When to Use the Managed Primitive vs Roll Your Own

The decision rule I'm settling on, after a week of running both side-by-side on small workloads:

Use Managed Agents when

  • The agent is short-lived. Sub-fifteen-minute runs are where the per-second billing is generous.
  • You don't already have agent infrastructure. Greenfield agentic feature, no in-house sandbox layer to integrate with — start here.
  • You want to ship in days, not weeks. Time-to-first-working-agent is the metric this primitive optimises for. Use it.
  • The workload is non-sensitive. Internal tooling, content generation, batch processing, automation glue. Anywhere the worst case is a wasted run, not a security incident.

Roll your own (or use Claude Agent SDK with self-hosted infrastructure) when

  • You're operating across multiple providers. A primitive that only runs Google models is the wrong abstraction for a multi-vendor stack.
  • Per-run cost will be the dominant line item. High-volume, sustained workloads where the runtime billing compounds faster than you'd like.
  • You need bespoke sandbox isolation. Regulated industries, sensitive data, anywhere your security team's review will not accept "Google's sandbox is fine."
  • The agent is long-running by design. Multi-hour autonomous loops where per-second billing crosses the threshold of inconvenient.

Worth running both

For most teams, the right move is to use Managed Agents for the agentic features you'd otherwise not ship, and to keep the existing self-hosted or Claude-Agent-SDK-based agents for the cases where the trade-offs go the other way. The two paths aren't mutually exclusive.

What's Not Changed

The unchanging caveats:

  • You still need evals. A managed primitive doesn't reduce the need to validate that your agent does what it says it does on your specific workload.
  • Prompt and tool design still matter. The default tool cast is a starting point, not a finished system. Bad tools produce bad agents regardless of harness.
  • Multi-provider risk is unchanged. A convenient primitive is not a reason to remove your routing layer or your fallback path.
  • Closed-loop discipline still applies. Agentic features that don't capture outcomes for downstream improvement plateau in quality fast — the closed-loop framework I've written about applies whether the underlying harness is managed or self-hosted.

The Practitioner's Take

The Managed Agents API is the kind of release that doesn't generate headlines but quietly resets the build-vs-rent default for an entire category of features. A year ago, "agent that runs in a Linux sandbox" was a multi-week infrastructure project. Today it's an API call.
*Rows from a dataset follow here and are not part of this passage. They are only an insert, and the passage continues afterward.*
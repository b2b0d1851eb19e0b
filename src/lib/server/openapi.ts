import { z } from 'zod';
import {
  apiTokenInput,
  changePasswordInput,
  emailInput,
  labCreateInput,
  memberAddInput,
  memberChangeInput,
  profileInput,
  resetPasswordInput,
  signUpInput,
  tokenInput,
  userChangeInput,
} from '../shared/account.ts';
import { analysisOptionsSchema } from '../shared/analysis-options.ts';
import {
  auditQuery,
  claimBody,
  decisionBody,
  flagResolutionBody,
  flagsQuery,
  mergeBody,
  notificationsQuery,
  proposalBody,
  proposalDecisionBody,
  proposalsQuery,
  queueQuery,
  referenceValueBody,
} from '../shared/curation.ts';
import {
  createRecordBody,
  createUploadBody,
  editRecordBody,
  recordContentSchema,
  transitionBody,
} from '../shared/record.ts';
import { vocabularyTermSchema } from '../shared/vocabulary.ts';
import { MESSAGES_PER_ADDRESS } from './auth/mail-limits.ts';
import { exportQuerySchema } from './exports.ts';
import { recordQuerySchema } from './record-search.ts';
import { coverageQuerySchema } from './coverage.ts';
// Query schemas that live beside the one route that parses them.
import { accountsQuerySchema } from './admin.ts';
import { diffQuerySchema } from './records.ts';
import { vocabularyQuerySchema } from './vocabulary.ts';

// The OpenAPI 3.1 document of /api/v1, generated from the same zod schemas the routes parse with.
// tests/integration/openapi.test.ts fails when a route under src/pages/api/v1 is missing here.

type Json = Record<string, unknown>;

function schemaOf(s: z.ZodType, io: 'input' | 'output' = 'input'): Json {
  const out = z.toJSONSchema(s, { io, unrepresentable: 'any', target: 'draft-2020-12' }) as Json;
  delete out.$schema;
  return out;
}

function queryParameters(s: z.ZodObject): Json[] {
  return Object.entries(s.shape).map(([name, field]) => {
    const schema = schemaOf(field as z.ZodType);
    const description = (field as z.ZodType).description;
    return {
      name,
      in: 'query',
      required: !(field as z.ZodType).safeParse(undefined).success,
      schema,
      ...(description ? { description } : {}),
    };
  });
}

/** JSON request bodies by component name, each the schema its route parses with. */
const BODIES = {
  CreateRecord: createRecordBody,
  EditRecord: editRecordBody,
  Transition: transitionBody,
  CreateUpload: createUploadBody,
  SignUp: signUpInput,
  EmailAddress: emailInput,
  EmailToken: tokenInput,
  PasswordReset: resetPasswordInput,
  PasswordChange: changePasswordInput,
  ProfileChange: profileInput,
  CreateApiToken: apiTokenInput,
  AccountChange: userChangeInput,
  CreateLab: labCreateInput,
  AddMember: memberAddInput,
  MemberChange: memberChangeInput,
  Claim: claimBody,
  Decision: decisionBody,
  FlagResolution: flagResolutionBody,
  TermProposal: proposalBody,
  ProposalDecision: proposalDecisionBody,
  TermMerge: mergeBody,
  ReferenceValue: referenceValueBody,
} satisfies Record<string, z.ZodType>;

const body = (name: keyof typeof BODIES): Json => ({
  required: true,
  content: { 'application/json': { schema: { $ref: `#/components/schemas/${name}` } } },
});

const problem = { $ref: '#/components/schemas/Problem' };
const ERROR_TEXT: Record<number, string> = {
  400: 'Invalid request; `errors` names each field',
  401: 'Sign in first',
  403: 'Not allowed',
  404: 'Not found, or not visible to you',
  409: 'In conflict with the current state; `detail` says how',
  413: 'The JSON body is over 1 MiB',
  422: 'The content was refused; `errors` says where',
  429: 'Too many requests from your network address; retry after the Retry-After delay',
  503: 'Storage or database unavailable; retry after the Retry-After delay',
};
/** Problem responses: a status alone takes the usual text; `[status, text]` says what it means here. */
const errors = (...codes: (number | [number, string])[]): Json =>
  Object.fromEntries(
    codes.map((c) => {
      const [code, text] = typeof c === 'number' ? [c, ERROR_TEXT[c] ?? 'Error'] : c;
      return [
        String(code),
        { description: text, content: { 'application/problem+json': { schema: problem } } },
      ];
    }),
  );
const ok = (
  description: string,
  schema: Json = { type: 'object' },
  type = 'application/json',
): Json => ({ description, content: { [type]: { schema } } });
const noContent = (description: string): Json => ({ description });

const pathParam = (name: string, schema: Json, description: string): Json => ({
  name,
  in: 'path',
  required: true,
  schema,
  description,
});
const handle = pathParam(
  'handle',
  { type: 'string', pattern: '^EW-[0-9]{6,}$' },
  'The record handle, such as EW-000123',
);
const uuid = (description: string, name = 'id'): Json =>
  pathParam(name, { type: 'string', format: 'uuid' }, description);
const labSlug = pathParam('slug', { type: 'string' }, 'The lab slug');

/** Operations that need a signed-in user: a browser session or an API token. */
const signedIn = [{ session: [] }, { token: [] }];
That changes which agentic features are worth shipping. The ones I deferred because the infrastructure cost was unjustifiable at the expected usage volume are now back on the roadmap. The ones I shipped on bespoke infrastructure are not getting rebuilt — but the next one I would have built that way is probably going to start here and migrate later if the workload demands it.

This is the move Google should have made twelve months ago, and the move that the entire frontier-model market has been heading toward. Whoever ships the simplest, most reliable "one-call agent" wins a meaningful share of the agentic-features market — not because the model is better, but because the time-to-first-working-agent is lower. Google has just made that case for Gemini 3.5 Flash. Expect Anthropic and OpenAI to match within the quarter.